* _Task item_
Every line from the line containing "let product = |a: &[f64], b: &[f64]|" through the final line of the data is to be printed exactly; no other line is to appear.

* _Supplied information_

/// More contrasts than the levels have degrees of freedom.
fn too_many_contrasts(laid: &Laid) -> Option<String> {
    let (size, free) = (laid.asked.contrasts.len(), laid.study.levels.count() - 1);
    (laid.asked.family == Family::Contrasts && size > free).then(|| {
        format!(
            "{size} contrasts are more than the {free} degrees of freedom between {} levels: they cannot all be independent questions. The error rate is kept over all {size}.",
            free + 1
        )
    })
}

/// Contrasts that are multiples of one another.
fn same_question(laid: &Laid) -> Option<String> {
    let contrasts = &laid.asked.contrasts;
    if laid.asked.family != Family::Contrasts {
        return None;
    }
    let mut said = vec![false; contrasts.len()];
    let mut sets = Vec::new();
    for i in 0..contrasts.len() {
        let same: Vec<usize> = (i..contrasts.len())
            .filter(|j| !said[*j] && proportional(&contrasts[i].coefficients, &contrasts[*j].coefficients))
            .collect();
        same.iter().for_each(|j| said[*j] = true);
        if same.len() > 1 {
            let names = same.iter().map(|j| format!("\"{}\"", contrasts[*j].name));
            sets.push(format!("{} are multiples of each other and ask the same", listed(names)));
        }
    }
    (!sets.is_empty())
        .then(|| format!("{}; each counts in the family of {}.", sets.join("; "), contrasts.len()))
}

/// Whether the one is the other times a number, up to rounding.
fn proportional(one: &[f64], other: &[f64]) -> bool {
    let product = |a: &[f64], b: &[f64]| a.iter().zip(b).map(|(x, y)| x * y).sum::<f64>();
    let (lengths, inner) = (product(one, one) * product(other, other), product(one, other));
    inner * inner >= lengths * (1.0 - 1e-12)
}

* _The answer_
    let product = |a: &[f64], b: &[f64]| a.iter().zip(b).map(|(x, y)| x * y).sum::<f64>();
    let (lengths, inner) = (product(one, one) * product(other, other), product(one, other));
    inner * inner >= lengths * (1.0 - 1e-12)
}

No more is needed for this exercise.